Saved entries
------------------------------------

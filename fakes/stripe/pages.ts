import { escapeHtml, page } from "../shared/page";
import { html, readAll, redirect, type Answer, type Call } from "../shared/transport";
import { BANKS } from "./cards";
import { completeOnboarding } from "./connect";
import type { Intent, Session } from "./objects";
import { failPayment, paySession, chargeCard } from "./payments";
import { PLATFORM, type World } from "./world";

const dollars = (cents: number): string =>
  `$${(cents / 100).toLocaleString("en-US", { minimumFractionDigits: 2, maximumFractionDigits: 2 })}`;
const digits = (value: string | null): string => (value ?? "").replace(/\D/g, "");

/** The pages that a person meets. Undefined where the path is none of them. */
export async function answerPage(call: Call, world: World): Promise<Answer | undefined> {
  const [, place = "", id = "", step = ""] = call.path.split("/");
  const isPost = call.method === "POST";
  const fields =
    isPost && ["checkout", "authenticate", "onboarding"].includes(place)
      ? new URLSearchParams((await readAll(call.body, 64_000)).toString("utf8"))
      : null;
  switch (place) {
    case "":
      return html(200, overview(world));
    case "checkout":
      return checkout(world, id, step === "pay" ? fields : null);
    case "authenticate":
      return authenticate(world, id, fields);
    case "onboarding":
      return onboarding(world, id, fields);
    case "accounts":
      return html(200, statement(world, id));
    case "receipts":
      return html(200, receipt(world, id));
  }
  return undefined;
}

const notFound = (what: string): Answer =>
  html(
    404,
    page(
      "Not found",
      `<main class="narrow"><h1>${escapeHtml(what)}</h1><p>The address is wrong, or the stand-in's data was deleted since.</p></main>`,
    ),
  );

const successUrl = ({ success_url, id }: Session): string =>
  (success_url ?? "").replaceAll("{CHECKOUT_SESSION_ID}", id);

function checkout(world: World, id: string, fields: URLSearchParams | null): Answer {
  const session = world.sessions.find(id);
  if (!session) return notFound("There is no such payment");
  if (session.status === "complete") return redirect(successUrl(session));
  if (session.status === "expired") {
    const back = session.cancel_url
      ? `<p><a class="button" href="${escapeHtml(session.cancel_url)}">Go back</a></p>`
      : "";
    return html(
      410,
      page(
        "Expired",
        `<main class="narrow"><h1>This payment page has expired</h1><p>Nothing was charged.</p>${back}</main>`,
      ),
    );
  }
  if (!fields) {
    const error = session._error;
    if (error !== null) {
      session._error = null; // shown once
      world.save(world.sessions, session);
    }
    return html(200, payPage(session, error === null ? null : { field: "card", message: error }, null));
  }
  const problem = checkFields(fields, world.clock.nowMs());
  if (problem) return html(422, payPage(session, problem, fields));
  const paid = paySession(world, session, digits(fields.get("card")));
  if (paid.result === "declined")
    return html(
      402,
      payPage(
        session,
        {
          field: paid.code === "incorrect_cvc" ? "cvc" : paid.code === "expired_card" ? "expiry" : "card",
          message: paid.message,
        },
        fields,
      ),
    );
  return redirect(paid.result === "authenticate" ? `/authenticate/${paid.intent.id}` : successUrl(session));
}

type Problem = { field: "card" | "expiry" | "cvc"; message: string };

function checkFields(fields: URLSearchParams, nowMs: number): Problem | null {
  const card = digits(fields.get("card"));
  if (card.length < 12) return { field: "card", message: "Your card number is incomplete." };
  const [, month = "", year = ""] =
    /^\s*(\d{1,2})\s*\/?\s*(\d{2}|\d{4})\s*$/.exec(fields.get("expiry") ?? "") ?? [];
  if (!(Number(month) >= 1 && Number(month) <= 12))
    return { field: "expiry", message: "Your card's expiration date is incomplete." };
  const fullYear = year.length === 2 ? 2000 + Number(year) : Number(year);
  if (Date.UTC(fullYear, Number(month)) <= nowMs)
    return { field: "expiry", message: "Your card's expiration date is in the past." };
  if (!/^\d{3,4}$/.test((fields.get("cvc") ?? "").trim()))
    return { field: "cvc", message: "Your card's security code is incomplete." };
  return null;
}

function payPage(session: Session, problem: Problem | null, fields: URLSearchParams | null): string {
  const total = dollars(session.amount_total);
  const given = (name: string): string => (fields ? ` value="${escapeHtml(fields.get(name) ?? "")}"` : "");
  const marks = (field: Problem["field"]): string =>
    problem?.field === field ? ` aria-invalid="true" aria-describedby="problem" autofocus` : "";
  const items = session._items
    .map(
      (item) =>
        `<div class="sum"><span>${escapeHtml(item.description ?? "")}${item.quantity > 1 ? ` × ${item.quantity}` : ""}</span><span>${dollars(item.amount_total)}</span></div>`,
    )
    .join("");
  const cancel = session.cancel_url
    ? `<a class="button quiet" href="${escapeHtml(session.cancel_url)}">Cancel</a>`
    : "";
  return page(
    `Pay ${total}`,
    `<main class="narrow"><h1>Pay ${total}</h1><section aria-label="What you pay for">${items}</section>
<form class="card" style="margin-top:1.25rem" method="post" action="/checkout/${session.id}/pay">
${problem ? `<p class="error" role="alert" id="problem">${escapeHtml(problem.message)}</p>` : ""}
<label for="card" style="margin-top:0">Card number</label><input id="card" name="card" inputmode="numeric" autocomplete="cc-number" required maxlength="23" placeholder="4242 4242 4242 4242"${given("card")}${marks("card")}>
<div class="pair"><div><label for="expiry">Expiry</label><input id="expiry" name="expiry" autocomplete="cc-exp" required maxlength="9" placeholder="12 / 34"${given("expiry")}${marks("expiry")}></div>
<div><label for="cvc">Security code</label><input id="cvc" name="cvc" inputmode="numeric" autocomplete="cc-csc" required maxlength="4" placeholder="123"${marks("cvc")}></div></div>
<div class="row"><button type="submit">Pay ${total}</button>${cancel}</div></form>
<details><summary>Test cards</summary><div class="scroll"><table class="stack"><caption class="muted">Any future expiry and any code</caption><thead><tr><th scope="col">Number</th><th scope="col">What happens</th></tr></thead><tbody>
<tr><td>4242 4242 4242 4242</td><td>succeeds</td></tr><tr><td>4000 0000 0000 0077</td><td>succeeds, and the money is available at once</td></tr><tr><td>4000 0027 6000 3184</td><td>the bank asks for confirmation</td></tr><tr><td>4000 0000 0000 0002</td><td>is declined</td></tr><tr><td>4000 0000 0000 9995</td><td>has insufficient funds</td></tr><tr><td>4000 0000 0000 0069</td><td>has expired</td></tr><tr><td>4000 0000 0000 0259</td><td>succeeds and is disputed</td></tr></tbody></table></div></details></main>`,
  );
}

function authenticate(world: World, id: string, fields: URLSearchParams | null): Answer {
  const intent = world.intents.find(id);
  if (!intent) return notFound("There is no such payment");
  const session = world.sessions.find(intent._session ?? "");
  if (intent.status !== "requires_action") return redirect(wayBack(world, intent, session));
  if (!fields) return html(200, authenticatePage(intent));
  if (fields.get("answer") === "confirm") {
    if (session) paySession(world, session, intent._card ?? "", true);
    else chargeCard(world, intent, true);
  } else {
    const message =
      "We are unable to authenticate your payment method. Please choose a different payment method and try again.";
    failPayment(world, intent, {
      type: "card_error",
      code: "payment_intent_authentication_failure",
      message,
    });
    if (session) {
      session._error = message;
      world.save(world.sessions, session);
    }
  }
  return redirect(wayBack(world, intent, session));
}

function wayBack(world: World, intent: Intent, session: Session | undefined): string {
  if (session) return session.status === "complete" ? successUrl(session) : `/checkout/${session.id}`;
  const url = new URL(intent._returnUrl ?? world.baseUrl);
  url.searchParams.set("payment_intent", intent.id);
  url.searchParams.set("payment_intent_client_secret", String(intent.rest.client_secret));
  url.searchParams.set("redirect_status", intent.status === "succeeded" ? "succeeded" : "failed");
  return url.href;
}

const authenticatePage = (intent: Intent): string =>
  page(
    "Confirm the payment",
    `<main class="narrow"><h1>Your bank asks</h1><form class="card" method="post" action="/authenticate/${intent.id}">
<p style="margin-top:0">Do you confirm a payment of <strong>${dollars(intent.amount)}</strong> with the card that ends in ${escapeHtml((intent._card ?? "").slice(-4))}?</p>
<div class="row"><button name="answer" value="confirm">Confirm</button><button class="quiet" name="answer" value="refuse">Refuse</button></div></form>
<p class="muted">This page stands in for the card holder's bank (3-D Secure).</p></main>`,
  );

const BANK_WORDS: Record<string, string> = {
  "000123456789": "payouts arrive",
  "000111111116": "payouts fail, no such account",
  "000111111113": "payouts fail, account closed",
};

function onboarding(world: World, token: string, fields: URLSearchParams | null): Answer {
  const link = world.links.find(token);
  const account = world.accounts.find(link?.account ?? "");
  if (!link || !account) return notFound("There is no such link");
  // A link serves once and for a few minutes; after that the product is asked for a new one.
  if (link.isUsed || link.expiresMs < world.clock.nowMs()) return redirect(link.refreshUrl);
  const bank = fields?.get("bank") ?? "";
  if (fields && bank in BANKS) {
    world.links.put(token, { ...link, isUsed: true });
    completeOnboarding(world, account, bank);
    return redirect(link.returnUrl);
  }
  const options = Object.entries(BANK_WORDS)
    .map(([number, words]) => `<option value="${number}">${number}: ${words}</option>`)
    .join("");
  return html(
    fields ? 422 : 200,
    page(
      "Payout account",
      `<main class="narrow"><h1>Where should the money go?</h1><form class="card" method="post" action="/onboarding/${escapeHtml(token)}">
<p style="margin-top:0">Account of <strong>${escapeHtml(account.email ?? account.id)}</strong></p>
${fields ? `<p class="error" role="alert">Choose one of the bank accounts.</p>` : ""}
<label for="bank">Bank account</label><select id="bank" name="bank">${options}</select>
<div class="row"><button type="submit">Finish onboarding</button><a class="button quiet" href="${escapeHtml(link.refreshUrl)}">Not now</a></div></form>
<p class="muted">The real service asks for name, address, date of birth and tax details here. The stand-in asks for nothing and keeps nothing of the kind.</p></main>`,
    ),
  );
}

function overview(world: World): string {
  const { available, pending } = world.balance(PLATFORM);
  const when = (seconds: number): string =>
    new Date(seconds * 1000).toISOString().slice(0, 16).replace("T", " ");
  const rows = [
    ...world.charges.all().filter(({ id }) => id.startsWith("ch_")),
    ...world.refunds.all(),
    ...world.transfers.all(),
    ...world.payouts.all(),
    ...world.disputes.all(),
  ]
    .sort((a, b) => b.created - a.created)
    .slice(0, 100)
    .map(
      (row) =>
        `<tr><td class="keep">${when(row.created)}</td><td class="keep">${row.object.replaceAll("_", " ")}</td><td class="num">${dollars(row.amount)}</td><td>${"status" in row ? row.status.replaceAll("_", " ") : "sent"}</td><td>${escapeHtml(row.id)}</td></tr>`,
    )
    .join("");
  const accounts = world.accounts
    .all()
    .map(
      (account) =>
        `<tr><td><a href="/accounts/${account.id}">${escapeHtml(account.email ?? account.id)}</a></td><td class="num">${dollars(world.balance(account.id).available)}</td><td>${account.payouts_enabled ? "ready" : "not onboarded"}</td></tr>`,
    )
    .join("");
  const table = (caption: string, head: string[], body: string): string =>
    body === ""
      ? `<p class="muted">${caption}: none yet.</p>`
      : `<div class="scroll"><table class="stack"><caption>${caption}</caption><thead><tr>${head.map((name) => `<th scope="col">${name}</th>`).join("")}</tr></thead><tbody>${body}</tbody></table></div>`;
  return page(
    "Payments",
    `<main><h1>Payments on this machine</h1><dl class="card"><dt>Available</dt><dd>${dollars(available)}</dd><dt>Pending</dt><dd>${dollars(pending)}</dd></dl>
<h2>Connected accounts</h2>${table("Accounts", ["Account", "Available", "State"], accounts)}<h2>Movements</h2>${table("The latest hundred, times in UTC", ["Time", "Kind", "Amount", "State", "Id"], rows)}</main>`,
  );
}

function statement(world: World, id: string): string {
  const account = world.accounts.find(id);
  if (!account) return page("Not found", `<main class="narrow"><h1>There is no such account</h1></main>`);
  const { available, pending } = world.balance(id);
  const payouts = world.payouts
    .all()
    .filter(({ _account }) => _account === id)
    .reverse()
    .map(
      (payout) =>
        `<tr><td>${escapeHtml(payout.id)}</td><td class="num">${dollars(payout.amount)}</td><td>${payout.status.replaceAll("_", " ")}${payout.failure_message ? `: ${escapeHtml(payout.failure_message)}` : ""}</td></tr>`,
    )
    .join("");
  return page(
    "Account",
    `<main><p><a href="/">All payments</a></p><h1>${escapeHtml(account.email ?? account.id)}</h1><dl class="card"><dt>Available</dt><dd>${dollars(available)}</dd><dt>Pending</dt><dd>${dollars(pending)}</dd><dt>Transfers</dt><dd>${account.capabilities.transfers ?? "not requested"}</dd></dl>
<h2>Payouts</h2>${payouts === "" ? `<p class="muted">None yet.</p>` : `<table class="stack"><thead><tr><th scope="col">Id</th><th scope="col">Amount</th><th scope="col">State</th></tr></thead><tbody>${payouts}</tbody></table>`}</main>`,
  );
}

function receipt(world: World, id: string): string {
  const charge = world.charges.find(id);
  if (!charge) return page("Not found", `<main class="narrow"><h1>There is no such receipt</h1></main>`);
  return page(
    "Receipt",
    `<main class="narrow"><h1>Receipt</h1><dl class="card"><dt>Amount</dt><dd>${dollars(charge.amount)}</dd><dt>Refunded</dt><dd>${dollars(charge.amount_refunded)}</dd><dt>Payment</dt><dd>${escapeHtml(charge.id)}</dd></dl></main>`,
  );
}
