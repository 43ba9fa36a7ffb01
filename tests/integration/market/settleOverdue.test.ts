import { beforeEach, describe, expect, it } from "vitest";
import type { Db } from "@/db/client";
import { findImage } from "@/db/queries/batches";
import { ledgerViolations, findPosting } from "@/db/queries/ledger";
import { findSubmission, listRuns, listSubmissionsOf } from "@/db/queries/work";
import type { Actor } from "@/lib/auth/actor";
import { setPaused } from "@/lib/market/batches/publishBatch";
import { settleImage } from "@/lib/market/consensus/settleImage";
import { settleOverdue } from "@/lib/market/consensus/settleOverdue";
import { freshDb } from "@/tests/support/db";
import {
  bottles,
  cents,
  HOUR_MS,
  openMarket,
  splitImage,
  START_MS,
  strayBottles,
  work,
  type Market,
} from "@/tests/support/market";

/** `work` hands in 90 seconds after the claim. */
const HANDED_IN_MS = START_MS + 90_000;
const DUE_MS = HANDED_IN_MS + 72 * HOUR_MS;

let db: Db;
let market: Market;
let imageId: string;
beforeEach(() => {
  db = freshDb();
  market = openMarket(db, { imageCount: 1, kMin: 2, kMax: 3 });
  imageId = market.imageIds[0] ?? "";
});
const annotator = (index: number) => market.annotators[index] as Actor;
const payOf = (submissionId: string) => findSubmission(db, submissionId)?.payCents ?? null;

describe("work that still waits for others after 72 hours", () => {
  it("is paid then, and not a millisecond before", () => {
    const id = work(market, annotator(0), bottles());
    expect(settleOverdue({ nowMs: DUE_MS - 1 })).toEqual({ images: 0 });
    expect(payOf(id)).toBeNull();
    expect(settleOverdue({ nowMs: DUE_MS })).toEqual({ images: 1 });
    expect(payOf(id)).toBe(14);
    expect(cents(db, "payable", annotator(0).id)).toBe(14);
    expect(ledgerViolations(db)).toEqual([]);
  });

  it("leaves the picture open for the people it waits for, and says so in the run", () => {
    work(market, annotator(0), bottles());
    settleOverdue({ nowMs: DUE_MS });
    expect(findImage(db, imageId)).toMatchObject({ consensusState: "none", slotsWanted: 2 });
    expect(listRuns(db, imageId)[0]?.result.reason).toMatch(/after 72 hours/);
    expect(work(market, annotator(1), bottles(1), { nowMs: DUE_MS })).toMatch(/^sub_/);
  });

  it("is paid once: the job run again changes nothing", () => {
    work(market, annotator(0), bottles());
    settleOverdue({ nowMs: DUE_MS });
    expect(settleOverdue({ nowMs: DUE_MS + HOUR_MS })).toEqual({ images: 0 });
    expect(listRuns(db, imageId)).toHaveLength(1);
  });

  it("is paid in a paused batch too: the requester's silence does not hold it", () => {
    const id = work(market, annotator(0), bottles());
    setPaused({ actor: market.owner, nowMs: HANDED_IN_MS, batchId: market.batchId, paused: true });
    settleOverdue({ nowMs: DUE_MS });
    expect(payOf(id)).toBe(14);
  });

  it("that waits on the docket without agreement is paid by what there is, and a decision can still change it", () => {
    const ids = splitImage(market);
    expect(ids.map(payOf)).toEqual([null, null, null]);
    settleOverdue({ nowMs: DUE_MS + HOUR_MS });
    expect(ids.map(payOf).every((pay) => pay !== null)).toBe(true);
    expect(findImage(db, imageId)?.consensusState).toBe("split");
    expect(ledgerViolations(db)).toEqual([]);
  });
});

describe("a consensus that follows pay by time", () => {
  /** The first person is paid alone for three bottles; then others come in. */
  function paidAlone(boxes = bottles()): string {
    const id = work(market, annotator(0), boxes);
    settleOverdue({ nowMs: DUE_MS });
    return id;
  }

  it("does not lower what was paid, whatever it scores", () => {
    const id = paidAlone(strayBottles(0));
    const paid = payOf(id);
    expect(paid).toBe(11);
    [1, 2].forEach((index) => {
      work(market, annotator(index), bottles(index), { nowMs: DUE_MS + index * HOUR_MS });
      settleImage({ imageId, nowMs: DUE_MS + index * HOUR_MS + 120_000 });
    });
    expect(findImage(db, imageId)?.consensusState).toBe("settled");
    expect(findSubmission(db, id)).toMatchObject({ payCents: paid });
    expect(findSubmission(db, id)?.quality).toBeLessThan(0.1);
    expect(listSubmissionsOf(db, imageId).map((row) => row.payCents)).toEqual([11, 14, 14]);
    expect(ledgerViolations(db)).toEqual([]);
  });

  it("raises it by a posting linked to the first where it scores higher", () => {
    const id = work(market, annotator(0), bottles());
    work(market, annotator(1), strayBottles(1));
    settleImage({ imageId, nowMs: START_MS + 120_000 });
    expect(findImage(db, imageId)?.consensusState).toBe("short");
    settleOverdue({ nowMs: DUE_MS });
    const first = payOf(id) ?? 0;
    expect(first).toBeLessThan(14);
    work(market, annotator(2), bottles(2), { nowMs: DUE_MS });
    settleImage({ imageId, nowMs: DUE_MS + 120_000 });
    expect(payOf(id)).toBe(14);
    const kind = `adjust:${findImage(db, imageId)?.currentRunId}`;
    const raise = findPosting(db, { source: "submission", sourceId: id, kind });
    expect(raise?.memo).toBe("Pay raised by a later result");
    const release = findPosting(db, { source: "submission", sourceId: id, kind: "release" });
    expect(raise?.linkedTo ?? null).toBe(release?.id ?? null);
    expect(cents(db, "payable", annotator(0).id)).toBe(14);
    expect(ledgerViolations(db)).toEqual([]);
  });
});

------------------------------------

## Task to carry out
Among the entries, how many lines include the word "failPayment"? Give only the number.

## Your solution
2